(Saved data entries)
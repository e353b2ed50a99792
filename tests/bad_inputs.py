"""A corpus of broken input files (data only, no tests).

Swept by tests/test_layout_load.py, test_show_load.py, test_control.py (through the
loaders) and by the CLI tests (through the command line). Each case is a dict:

- ``name``: unique, short;
- ``kind``: ``"layout"``, ``"show"`` or ``"script"``;
- ``files``: {relative file name: text (str) or raw bytes}, written into one folder;
- ``target``: the file to load (the layout, the show, or the control script);
- ``show``: for ``kind == "script"`` only: the (valid) show file whose source ids the
  script is checked against;
- ``expect``: a substring the one-line error message (``str(error)``) must contain;
- ``where``: optional; the error's place must start with it (``ConfigError.where``).

Every case must produce a ConfigError; none may crash or load. ``write_files`` and
``cases`` are helpers for the sweeps (not tests).
"""

import json
from pathlib import Path


def write_files(case: dict, folder) -> Path:
    """Write a case's files into ``folder``; return the path of its target."""
    folder = Path(folder)
    for name, content in case["files"].items():
        p = folder / name
        p.parent.mkdir(parents=True, exist_ok=True)
        if isinstance(content, bytes):
            p.write_bytes(content)
        else:
            p.write_text(content, encoding="utf-8")
    return folder / case["target"]


def cases(kind: str) -> list:
    """The cases of one kind (``"layout"``, ``"show"`` or ``"script"``)."""
    return [c for c in CASES if c["kind"] == kind]


def _j(obj) -> str:
    return json.dumps(obj, indent=2)
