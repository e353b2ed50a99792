"""The control process's side of the audio child: :class:`AudioLink`.

The link owns the shared-memory segment and the child process. Per-block data (target
gains, panic, fade-out requests) goes through the seqlocked control region; meters and
counters come back through the status region; rare events (a new layout, the glide time,
a bigger segment, stop) go by message over a ``multiprocessing`` Pipe. The control
process never imports ``sounddevice``: only the child (and the device-listing helper) do.

Supervision (:meth:`AudioLink.poll`, called by the daemon's event loop every 100-250 ms;
it never blocks for long):

- the child died (any exit code but a requested stop) or its heartbeat stalled (it is
  killed): a new child starts at once with the current targets, layout, panic state and
  glide (they live here and in the segment), state ``restarting`` until it runs again;
- the device was lost (the child reports it and exits with code 3): state
  ``device_lost``; a fresh child is tried after 0.5, 1, 2, 4, 4 ... s (PortAudio reads its
  device list only when it is initialised, so a new process is the clean way to find a
  device that came back); state ``running`` again when one opens the device.

Counters (callbacks, xruns, ...) are summed over every child the link has run.
"""

from __future__ import annotations

import concurrent.futures
import multiprocessing as mp
import os
import signal
import threading
import time
import weakref
from collections import deque
from contextlib import contextmanager
from typing import Optional, Sequence

import numpy as np

from ..engine import MAX_GAIN
from ..errors import FieldmixError
from . import child as C
from . import shm as S
from .shm import AudioShm, ShmLayout

STATES = ("starting", "running", "device_lost", "restarting", "stopped")
BACKENDS = ("virtual", "device")

_SPAWN_LOCK = threading.Lock()
_SEGMENTS = 0
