def test_fade_out_and_stop_fades_then_frees_everything(show_state, tmp_path):
    rec = tmp_path / "rec.wav"
    lk = _link(show_state, record=str(rec))
    lk.start()
    G = np.array([[0.5, 0.25]], np.float32)
    v = lk.push_targets(G)
    _frames_after(lk, lambda m: m["targets_applied"] >= v, frames=12)
    seg_name = lk._shm.name
    proc = lk._proc
    assert lk.fade_out_and_stop() is True
    assert proc.exitcode == 0
    assert lk.state == "stopped"
    assert not Path("/dev/shm", seg_name).exists()
    y, sr = sf.read(str(rec), always_2d=True)
    assert y.shape[1] == 2 and sr == 48000
    tail = y[-int(0.002 * sr) :]
    assert np.abs(tail).max() == 0.0  # it ends in silence ...
    nz = np.flatnonzero(np.abs(y[:, 0]) > 0)[-1]  # the last sound
    body = y[nz - int(0.35 * sr) : nz - int(0.15 * sr)]  # before the fade (120 ms)
    for j, g in enumerate(G[0]):  # ... after the levels the targets asked for
        assert abs(_db(np.sqrt(np.mean(body[:, j] ** 2))) - _db(g * TONE_RMS)) < 0.1
    # and the end is a fade, not a cut: the last 100 ms before silence fall steadily
    env = [np.abs(y[nz - k * 480 - 480 : nz - k * 480, 0]).max() for k in range(8)][::-1]
    assert env[0] > 4 * env[-1]
    assert lk.fade_out_and_stop() is True  # idempotent


def test_child_never_leaks_segments_after_kill_and_stop(show_state):
    prefix = f"fmx_{os.getpid()}_"
    lk = _link(show_state)
    lk.start()
    os.kill(lk.pid, signal.SIGKILL)
    lk.wait_for(lambda l: l.state == "running" and l.pid is not None, WAIT)
    lk.fade_out_and_stop()
    assert not [p for p in os.listdir("/dev/shm") if p.startswith(prefix)]


# ------------------------------------------------------------------ layout changes
def test_layout_changes_crossfade_swap_and_grow(show_state, tmp_path):
    rec = tmp_path / "rec.wav"
    lk = _link(show_state, record=str(rec), shm_min_cols=2)
    lk.start()
    try:
        G = np.array([[0.5, 0.25]], np.float32)
        lk.push_targets(G)
        base = show_state.engine_layout(48000)
        # 1. same speakers, new delays: the running engine crossfades
        cfg = dict(base, delays=np.array([0, 48]))
        gen = lk.send_layout(cfg)
        assert lk.wait_for(lambda l: l.status()["layout_applied"] >= gen, WAIT)
        assert [e["mode"] for e in lk.events if e["event"] == "layout_applied"][-1] == "crossfade"
        m = _frames_after(lk, lambda m: m["layout_generation"] >= gen, frames=4)
        _levels_match(m, G)
        # 2. the speakers trade outputs: a new engine, crossfaded against the old one
        cfg = dict(base, outputs=(2, 1))
        gen = lk.send_layout(cfg)
        assert lk.wait_for(lambda l: l.status()["layout_applied"] >= gen, WAIT)
        assert [e["mode"] for e in lk.events if e["event"] == "layout_applied"][-1] == "engine_swap"
        _frames_after(lk, lambda m: m["layout_generation"] >= gen, frames=6)
        # 3. three speakers: more columns than the segment holds (a new segment) and more
        #    outputs than the virtual device had ("reopen")
        old_seg = lk._shm.name
        cfg3 = {"n_outputs": 3, "sub_outputs": (), "sub_trims_db": (), "crossover_hz": 80.0, "delays": [0, 0, 0], "outputs": (1, 2, 3)}
        G3 = np.array([[0.2, 0.4, 0.6]], np.float32)
        gen = lk.send_layout(cfg3, G3)
        assert lk._shm.name != old_seg
        assert lk.wait_for(lambda l: l.status()["layout_applied"] >= gen, WAIT)
        assert [e["mode"] for e in lk.events if e["event"] == "layout_applied"][-1] == "reopen"
        m = _frames_after(lk, lambda m: m["layout_generation"] >= gen and len(m["out_rms"]) == 3, frames=6)
        _levels_match(m, G3)
        assert lk.wait_for(lambda l: not Path("/dev/shm", old_seg).exists(), WAIT)  # freed after the child switched
        G3b = np.array([[0.7, 0.1, 0.3]], np.float32)
        v = lk.push_targets(G3b)  # targets now go through the new segment
        m = _frames_after(lk, lambda m: m["targets_applied"] >= v, frames=10)
        _levels_match(m, G3b)
        with pytest.raises(ValueError):
            lk.push_targets(G)  # the old shape is refused
        assert lk.status()["restarts"] == 0, [e for e in lk.events if e["event"] in ("error", "warning", "child_exited")]
    finally:
        proc = lk._proc
        clean = lk.fade_out_and_stop()
        assert clean, (proc.exitcode, lk.events[-6:])
    # the recording: 2 channels (the device it started with); at the end, after the swap,
    # speaker L (0.7) is on output 1 again and output 2 carries 0.1
    y, sr = sf.read(str(rec), always_2d=True)
    assert y.shape[1] == 2
    nz = np.flatnonzero(np.abs(y[:, 0]) > 0)[-1]
    body = y[nz - int(0.35 * sr) : nz - int(0.15 * sr)]  # before the stop's fade
    assert abs(_db(np.sqrt(np.mean(body[:, 0] ** 2))) - _db(0.7 * TONE_RMS)) < 0.1
    assert abs(_db(np.sqrt(np.mean(body[:, 1] ** 2))) - _db(0.1 * TONE_RMS)) < 0.1
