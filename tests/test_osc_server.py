"""The live OSC server over real UDP and TCP sockets on 127.0.0.1 (ephemeral ports).

Every test runs a real asyncio loop with a LiveCore on the example show (four sources:
buoy, waves, engine, gulls; layout ring8). Barriers are deterministic: a client sends
its messages and then ``/ping`` on the same socket; loopback UDP keeps the order and the
server handles one datagram at a time, so when ``/pong`` comes back every earlier
message has been handled. Packets are built with python-osc as an independent encoder
where a test builds them by hand, and with fieldmix.oscwire elsewhere.
"""

from __future__ import annotations

import ast
import asyncio
import contextlib
import struct
import time

import numpy as np
import pytest

from conftest import REPO

from fieldmix.control import ADDRESSES
from fieldmix.errors import ConfigError, ControlError
from fieldmix.live.core import LiveCore
from fieldmix.live.osc import ECHO_IGNORED, SERVER_ADDRESSES, SOURCE_OUTPUT, STATUS_KEYS, OscServer
from fieldmix.oscwire import (
    Limits,
    OscMessage,
    SlipDecoder,
    TimeTag,
    decode_packet,
    encode_bundle,
    encode_message,
    slip_encode,
)
from fieldmix.show import load_show

SHOW = REPO / "configs" / "shows" / "harbour.json"
IDS = ("buoy", "waves", "engine", "gulls")


def run(coro, timeout=30.0):
    return asyncio.run(asyncio.wait_for(coro, timeout))


@contextlib.asynccontextmanager
async def serving(**kw):
    core = LiveCore(load_show(SHOW))
    srv = OscServer(core, host="127.0.0.1", udp_port=0, **kw)
    await srv.start()
    try:
        yield core, srv
    finally:
        await srv.stop()


class Client(asyncio.DatagramProtocol):
    """A UDP client socket that keeps every message it receives."""

    def __init__(self):
        self.inbox: list[OscMessage] = []
        self.raw: list[bytes] = []
        self.event = asyncio.Event()
        self.transport = None

    def connection_made(self, transport):
        self.transport = transport

    def datagram_received(self, data, addr):
        self.raw.append(data)
        for _, m in decode_packet(data):
            self.inbox.append(m)
        self.event.set()

    @property
    def port(self) -> int:
        return self.transport.get_extra_info("sockname")[1]

    def send(self, srv, packet: bytes):
        self.transport.sendto(packet, ("127.0.0.1", srv.udp_port))

    def msg(self, srv, address, *args, types=None):
        self.send(srv, encode_message(address, args, types=types))

    async def wait_for(self, pred, timeout=3.0):
        """The first message received (now or later) for which pred(m) holds; fails on timeout."""
        deadline = time.monotonic() + timeout
        seen = 0
        while True:
            for m in self.inbox[seen:]:
                if pred(m):
                    return m
            seen = len(self.inbox)
            left = deadline - time.monotonic()
            if left <= 0:
                raise AssertionError(f"no matching message within {timeout} s; got {[x.address for x in self.inbox][-20:]}")
            self.event.clear()
            with contextlib.suppress(asyncio.TimeoutError):
                await asyncio.wait_for(self.event.wait(), left)

    async def barrier(self, srv, token=None):
        """Send /ping <token> and wait for its /pong: everything sent before it is handled."""
        token = token if token is not None else f"b{time.monotonic_ns()}"
        self.msg(srv, "/ping", token)
        await self.wait_for(lambda m: m.address == "/pong" and m.args == (token,))

    def close(self):
        self.transport.close()


async def client(port=0) -> Client:
    loop = asyncio.get_running_loop()
    _, proto = await loop.create_datagram_endpoint(Client, local_addr=("127.0.0.1", port))
    return proto


async def until(cond, timeout=3.0):
    """Poll cond() (every few ms) until true; fails the test if it stays false."""
    deadline = time.monotonic() + timeout
    while not cond():
        if time.monotonic() > deadline:
            raise AssertionError("condition not met in time")
        await asyncio.sleep(0.003)


_FLUSH_MARK = [0]


async def flushed(sub: "Client", core):
    """Wait until the server has sent ``sub`` everything queued so far.

    Updates and /error reports go out in coalescing flushes, in order; this changes the
    master gain to a fresh value (through the core) and waits for it to arrive.
    """
    _FLUSH_MARK[0] += 1
    v = -60.0 - 0.25 * _FLUSH_MARK[0]
    core.apply_message("/master/gain", [v], origin="test")
    await sub.wait_for(lambda m: m.address == "/master/gain" and m.args[0] == pytest.approx(v))


def src(core, sid):
    return core.state.sources[IDS.index(sid)]


# ------------------------------------------------------------------ control addresses


def test_every_control_address_over_udp_changes_the_state():
    async def main():
        async with serving() as (core, srv):
            c = await client()
            c.msg(srv, "/source/buoy/azimuth", 90)  # int accepted
            c.msg(srv, "/source/waves/elevation", 30.0)
            c.msg(srv, "/source/engine/distance", 5)
            c.msg(srv, "/source/gulls/position", 1.0, 2.0, 0.5)
            c.msg(srv, "/source/2/gain", -7.5)  # 1-based index
            c.msg(srv, "/source/3/mute", 1)
            c.msg(srv, "/source/gulls/spread", 45.0)
            c.msg(srv, "/source/buoy/solo", 1)
            c.msg(srv, "/master/gain", -3)
            c.msg(srv, "/master/mute", 1)
            await c.barrier(srv)
            az, el, d = src(core, "buoy").spherical
            assert az == pytest.approx(90.0) and d == pytest.approx(3.0)
            az, el, d = src(core, "waves").spherical
            assert el == pytest.approx(30.0) and az == pytest.approx(180.0)
            assert src(core, "engine").spherical[2] == pytest.approx(5.0)
            assert np.allclose(src(core, "gulls").position, [1.0, 2.0, 0.5])
            assert src(core, "waves").gain_db == -7.5
            assert src(core, "engine").mute is True
            assert src(core, "gulls").spread == 45.0
            assert src(core, "buoy").solo is True and not src(core, "waves").solo
            assert core.state.master_gain_db == -3.0
            assert core.state.master_mute is True
            # position without z keeps the height
            c.msg(srv, "/source/gulls/position", -1, 3)
            await c.barrier(srv)
            assert np.allclose(src(core, "gulls").position, [-1.0, 3.0, 0.5])
            # every grammar template was exercised above
            sent = {"azimuth", "elevation", "distance", "position", "gain", "mute", "solo", "spread"}
            assert {s.param for s in ADDRESSES.values() if s.target == "source"} == sent
            st = srv.stats()
            assert st["applied"] == 11 + 2  # eleven messages and the two barriers' /ping
            assert st["rejected_total"] == 0 and core.applied["osc"] == 11
            c.close()

    run(main())
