def _numeric_forms(name: str, key: str, v: np.ndarray, is_derived: bool) -> list[Form]:
    distinct = np.unique(v)
    label = "derived " if is_derived else ""
    if distinct.size == 2:
        return [Form(name, key, f"{label}two-valued column, as a 0/1 flag")]
    whole = bool(np.all(distinct == np.round(distinct)))
    if whole and distinct.size <= GRADE_MAX_VALUES:
        what = f"few whole values ({distinct.size}, {_nice(distinct[0])} to {_nice(distinct[-1])})"
        return [
            Form(name, key, f"{label}{what}: as a score"),
            Form(f"poly({name}, degree=2)", key, f"{label}{what}: as a quadratic score"),
        ]
    forms = [Form(name, key, f"{label}numeric column, as is")]
    skew = _skewness(v)
    if distinct[0] > 0 and skew > SKEW_FOR_LOG:
        forms.append(
            Form(f"log({name})", key, f"positive and right-skewed (skewness {skew:.2f}): log")
        )
    elif distinct[0] == 0 and skew > SKEW_FOR_LOG and np.mean(v > 0) > 0.5:
        forms.append(
            Form(
                f"log1p({name})",
                key,
                f"zero or positive and right-skewed (skewness {skew:.2f}): log(1 + x)",
            )
        )
    forms.append(Form(f"poly({name}, degree=2)", key, "a curve: quadratic"))
    q1, q3 = np.quantile(v, [0.25, 0.75])
    for share, label, upward in HINGE_QUANTILES:
        knot = _round_to_spread(float(np.quantile(v, share)), float(q3 - q1))
        beyond = float(np.mean(v > float(knot))) if upward else float(np.mean(v < float(knot)))
        feature = f"hinge({name}, {knot})" if upward else f"hinge({knot} - {name}, 0)"
        side = "above" if upward else "below"
        if 0.05 <= beyond <= 0.95 and not any(f.feature == feature for f in forms):
            forms.append(
                Form(
                    feature,
                    key,
                    f"a change of slope {side} the {label} ({knot})",
                    extra=True,
                    requires=key,
                )
            )
    return forms


def _evaluate(fit: FitResult, name: str, derived: Mapping[str, str]) -> np.ndarray | None:
    try:
        d = learn_design([name], fit.frame, derived=derived, roles=fit.sales.roles, intercept=False)
        built = d.build(fit.frame)
    except AppraiseError:
        return None
    if not np.all(built.row_ok) or built.matrix.shape[1] != 1:
        return None
    return np.asarray(built.matrix[:, 0], dtype=float)


def mentions(text: str, name: str) -> bool:
    """Whether ``name`` occurs in ``text`` as a whole name."""
    return re.search(rf"(?<![\w`]){re.escape(name)}(?![\w`])", text) is not None


def propose(fit: FitResult, screen: Screen) -> CandidatePool:
    """Forms and extras for every allowed column and derived name (see the module text)."""
    frame = fit.frame
    n = len(frame)
    derived = dict(fit.spec.derived)
    added: dict[str, str] = {}
    forms: list[Form] = []
    skipped: list[tuple[str, str]] = []
    notes: list[str] = []
    roles = fit.sales.roles
    allowed = set(screen.allowed)
    pool_levels = language_has("onehot", "min_count")

    for col in screen.allowed:
        s = frame[col]
        kind = column_kind(s)
        missing = int(s.isna().sum())
        if missing > MAX_MISSING_SHARE * n:
            skipped.append((col, f"missing on {missing:,} of the {n:,} sales used"))
            continue
        s = s.dropna()
        name = reference(col, fit)
        if kind == "number":
            v = s.to_numpy(dtype=float)
            if not np.all(np.isfinite(v)):
                skipped.append((col, "holds values that are not finite"))
                continue
            if np.unique(v).size < 2:
                skipped.append((col, "the same value on every sale"))
                continue
            forms.extend(_numeric_forms(name, col, v, False))
        else:
            labels = s.astype(str)
            counts = labels.value_counts()
            if counts.size < 2:
                skipped.append((col, "a single level"))
                continue
            if counts.size > MAX_LEVELS:
                skipped.append((col, f"{counts.size:,} levels: too many for a category"))
                continue
            order = _ordered(set(counts.index))
            thin = int((counts < MIN_LEVEL).sum())
            why = f"category with {counts.size} levels"
            if order:
                why = f"ordered grade ({' < '.join(order)}), as levels"
                scored = _grade_expression(name, counts.index, order)
                if scored is not None:
                    what = f"ordered grade ({' < '.join(order)})"
                    forms.append(
                        Form(f"poly({scored}, degree=2)", col, f"{what}: as a quadratic score")
                    )
            if thin and pool_levels:
                forms.append(
                    Form(
                        f"onehot({name}, min_count={MIN_LEVEL})",
                        col,
                        f"{why}; {thin} level(s) with fewer than {MIN_LEVEL} sales pooled",
                    )
                )
            else:
                if thin:
                    why += f" ({thin} with fewer than {MIN_LEVEL} sales)"
                forms.append(Form(f"onehot({name})", col, why))

    # dates: only through months_between
    for r in screen.refused:
        if r.column in frame.columns and column_kind(frame[r.column]) == "date":
            col = r.column
            if frame[col].isna().any():
                skipped.append((col, "a date missing on some sales"))
                continue
            name = reference(col, fit)
            existing = next(
                (k for k, e in derived.items() if "months_between" in e and mentions(e, name)),
                None,
            )
            if existing is None:
                ref = fit.spec.effective_date or str(frame[col].max().date())
                existing = _free_name("sale_months", frame, derived, added)
                added[existing] = f"months_between({name}, '{ref}')"
            why = "market conditions: months to the effective date"
            forms.append(Form(existing, existing, why))
            forms.append(
                Form(
                    f"poly({existing}, degree=2)",
                    existing,
                    "market conditions that bend: quadratic",
                )
            )

    # derived names of the model file (forms of those the model uses serve as swaps)
    for name in derived:
        if any(f.feature == name for f in forms):
            continue
        v = _evaluate(fit, name, derived)
        if v is None:
            skipped.append((name, "derived name that cannot be evaluated on every sale"))
            continue
        inputs = _inputs_of(fit, name, derived)
        if not inputs <= allowed | {c.column for c in screen.refused if "date" in c.reason}:
            skipped.append((name, "derived from a column the guards refused"))
            continue
        if np.unique(v).size >= 2:
            forms.extend(_numeric_forms(name, name, v, True))

    # coordinates: distance to the centre, and size x distance
    lat, lon = roles.column("latitude"), roles.column("longitude")
    area = roles.column("living_area")
    if lat in allowed and lon in allowed and not frame[[lat, lon]].isna().any().any():
        existing = next((k for k, e in derived.items() if "distance_km" in e), None)
        dist_key = existing
        if existing is None:
            c_lat = float(np.median(frame[lat].to_numpy(dtype=float)))
            c_lon = float(np.median(frame[lon].to_numpy(dtype=float)))
            existing = _free_name("centre_km", frame, derived, added)
            added[existing] = (
                f"distance_km({reference(lat, fit)}, {reference(lon, fit)}, "
                f"{c_lat:.4f}, {c_lon:.4f})"
            )
            why = "distance to the median point of the sales, in km"
            forms.append(Form(existing, existing, why))
            dist_key = existing
        if area in allowed and not frame[area].isna().any():
            a = reference(area, fit)
            forms.append(
                Form(
                    f"{a} * {existing}",
                    f"{a} * {existing}",
                    "size x distance to the centre: floor area worth less far out",
                    extra=True,
                    requires=dist_key,
                    pair=existing,
                )
            )
    region = roles.column("region")
    if region in allowed and area in allowed and "onehot_product" in _kinds():
        size = next(
            (g.expression for g in fit.design.groups if g.kind == "plain" and area in g.inputs
             and len(g.inputs) == 1),
            reference(area, fit),
        )  # fmt: skip
        forms.append(
            Form(
                f"{size} * onehot({reference(region, fit)})",
                f"{size} x region",
                "region x size: a different price per unit of area in each region",
                extra=True,
                requires=region,
                pair=f"onehot({reference(region, fit)})",
            )
        )
    return CandidatePool(
        forms=tuple(_dedupe(forms)),
        derived=MappingProxyType(added),
        skipped=tuple(skipped),
        notes=tuple(notes),
    )


def _kinds() -> tuple[str, ...]:
    from .. import design

    return tuple(getattr(design, "KINDS", ()))
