def test_stratified_cod_and_prd_match_a_direct_computation(kielmc):
    frame = kielmc.assign(nbh=kielmc["nbh"].astype(int).astype(str))
    fit = _fit(frame, ["area", "age", "onehot(nbh, ref='0')"], response="log", cov="HC1")
    loo = _direct_loo(fit)
    assert_allclose(loo_values(fit), loo, rtol=1e-8, atol=0)
    study = stratified_study(fit, region_column="nbh")
    labels = frame["nbh"].to_numpy()
    price = fit.price

    def direct(mask):
        r = loo[mask] / price[mask]
        med = np.median(r)
        return 100 * np.mean(np.abs(r - med)) / med, r.mean() / (
            loo[mask].sum() / price[mask].sum()
        )

    for s in study.by_region:
        cod, prd = direct(labels == s.label)
        assert_allclose([s.measure("cod"), s.measure("prd")], [cod, prd], rtol=1e-10, atol=0)
        assert s.thin == (s.n < 20)
    q = np.quantile(price, [0.25, 0.5, 0.75])
    tiers, edges = price_tiers(price)
    assert_allclose(edges, q, rtol=0, atol=0)
    for t, s in enumerate(study.by_tier, start=1):
        lo = -np.inf if t == 1 else q[t - 2]
        hi = np.inf if t == 4 else q[t - 1]
        mask = (price > lo) & (price <= hi)
        assert s.n == mask.sum()
        cod, prd = direct(mask)
        assert_allclose([s.measure("cod"), s.measure("prd")], [cod, prd], rtol=1e-10, atol=0)
    assert sum(s.n for s in study.by_tier) == fit.n
    assert [s.label for s in study.by_region if s.thin] == ["3"]  # 7 sales (value_counts)


def test_many_regions_are_compared_with_one_not_in_every_pair():
    # 60 simulated tracts with known effects (a tract's effect is its number / 100):
    # every pair would be 1,770 tests; the subject's tract is compared with the other 59,
    # Holm over those (statsmodels' multipletests as the reference), and no groups formed.
    rng = np.random.default_rng(3)
    n, k = 3_000, 60
    tract = rng.integers(0, k, n)
    x = rng.normal(size=n)
    frame = pd.DataFrame(
        {
            "rprice": 100 + 2 * x + tract / 100 + rng.normal(0, 1, n),
            "x": x,
            "tract": [f"T{t:02d}" for t in tract],
        }
    )
    fit = _fit(frame, ["x", "onehot(tract, ref='T00')"], region="tract")
    ra = analyse_regions(fit, subject={"x": 0.0, "tract": "T07"}, strata=True)
    assert len(ra.pairwise) == k - 1
    assert {c.first for c in ra.pairwise} == {"T07"}
    assert {c.second for c in ra.pairwise} == {f"T{t:02d}" for t in range(k)} - {"T07"}
    raw = [c.difference.p for c in ra.pairwise]
    want = multipletests(raw, method="holm")[1]
    assert_allclose([c.p_holm for c in ra.pairwise], want, rtol=1e-12, atol=0)
    assert ra.groups.groups == () and "not formed" in ra.groups.method
    assert any("1,770 comparisons" in w and "T07 (the subject's region)" in w for w in ra.warnings)
    # without a subject the reference is the one compared
    assert {c.first for c in analyse_regions(fit, strata=False).pairwise} == {"T00"}
    # the ratio study by region still has every tract, as masks would give them
    by_region = {s.label: s.study.n for s in ra.strata.by_region}
    assert by_region == frame["tract"].value_counts().to_dict()


def test_bracketed_suffixes_find_a_level_holding_brackets():
    # A design column "region[level]": the level is what follows a "[" to the last "]",
    # and a level may itself hold brackets (each opening one is a candidate).
    from appraise.engine.regions import _bracketed_suffixes

    assert _bracketed_suffixes("r[a[1]]") == ["a[1]", "1]"]
    assert _bracketed_suffixes("r[Old Mill]") == ["Old Mill"]
    assert _bracketed_suffixes("living_area") == []
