def write_csv(path: Path, rows: list[list[object]], **kw) -> Path:
    with path.open("w", newline="", encoding=kw.pop("encoding", "utf-8")) as fh:
        csv.writer(fh, **kw).writerows(rows)
    return path


def check_accounting(table) -> None:
    """Each file row is used or excluded, exactly once."""
    used = table.frame[ROW_COLUMN].tolist()
    excluded = [e.row for e in table.excluded]
    assert len(table.frame) + len(table.excluded) == table.source.rows_in_file
    assert sorted(used + excluded) == list(range(2, table.source.rows_in_file + 2))


# --- the messy CSV ---------------------------------------------------------------------


@pytest.fixture(scope="module")
def messy():
    return load_sales(MESSY)


def test_messy_rows_used_and_their_values(messy):
    check_accounting(messy)
    f = messy.frame
    # read off the fixture: the four rows that have a price, a date, a yes flag and a new id
    assert f[ROW_COLUMN].tolist() == [2, 8, 13, 15]
    assert f["Sale ID"].tolist() == ["S-0101", "S-0107", "S-0111", "S-0113"]
    np.testing.assert_allclose(
        f["Sale Price"], [412500.0, 298000.0, 505000.0, 389900.0], rtol=0, atol=0
    )
    assert f["Sale Date"].tolist() == [
        pd.Timestamp("2024-03-05"),
        pd.Timestamp("2024-03-10"),
        pd.Timestamp("2024-04-05"),
        pd.Timestamp("2024-04-07"),
    ]
    # "1,850", 1300, "2,400 sq ft", n/a
    np.testing.assert_allclose(
        f["Living Area (sq ft)"], [1850.0, 1300.0, 2400.0, np.nan], rtol=0, atol=0
    )
    assert f["Neighbourhood"].tolist() == [
        "Quarry Bend",
        "Lanterns",
        "Orchard Rise",
        "Orchard Rise",
    ]


def test_messy_dtypes(messy):
    f = messy.frame
    assert f["Sale Price"].dtype == np.float64
    assert f["Sale Date"].dtype == np.dtype("datetime64[ns]")
    assert f["Beds"].dtype == np.float64
    assert pd.api.types.is_string_dtype(f["Sale ID"].dtype)
    assert f[ROW_COLUMN].dtype == np.int64


def test_messy_headers_are_cleaned(messy):
    # " Sale ID " after a byte-order mark, a repeated "Beds", an empty 7th header
    assert list(messy.frame.columns) == [
        "Sale ID",
        "Sale Price",
        "Sale Date",
        "Living Area (sq ft)",
        "Beds",
        "Beds_2",
        "column_7",
        "Neighbourhood",
        "Arms Length",
        ROW_COLUMN,
    ]


EXPECTED_MESSY_EXCLUSIONS = [
    # (row, id, column, start of reason) read off the fixture
    (3, "S-0102", "Sale Price", "price '$4l2000' is not a number"),
    (4, "S-0103", "Sale Price", "price 'call agent' is not a number"),
    (5, "S-0104", "Sale Price", "price is missing"),
    (6, "S-0105", "Sale Price", "price '$0' is not positive"),
    (7, "S-0106", "Sale Date", "sale date is missing"),
    (9, "S-0108", "Arms Length", "not an arm's-length sale ('Non-Arm's Length')"),
    (10, "S-0101", "Sale ID", "duplicate sale id 'S-0101' (first seen on row 2)"),
    (11, None, None, "empty row"),
    (12, None, None, "too many values: 10 in a row under 9 headers"),
    (14, "S-0112", "Sale Price", "price '(12,000)' is not positive"),
    (16, "S-0114", "Arms Length", "arm's-length flag 'maybe' is not yes or no"),
    (17, "S-0115", "Arms Length", "not an arm's-length sale ('foreclosure')"),
]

* [TASK TO CARRY OUT]
Your task is to copy each line of the data above that holds "flag".

* [ANSWER TO THIS PROBLEM]
        return [Form(name, key, f"{label}two-valued column, as a 0/1 flag")]
    # read off the fixture: the four rows that have a price, a date, a yes flag and a new id
    (16, "S-0114", "Arms Length", "arm's-length flag 'maybe' is not yes or no"),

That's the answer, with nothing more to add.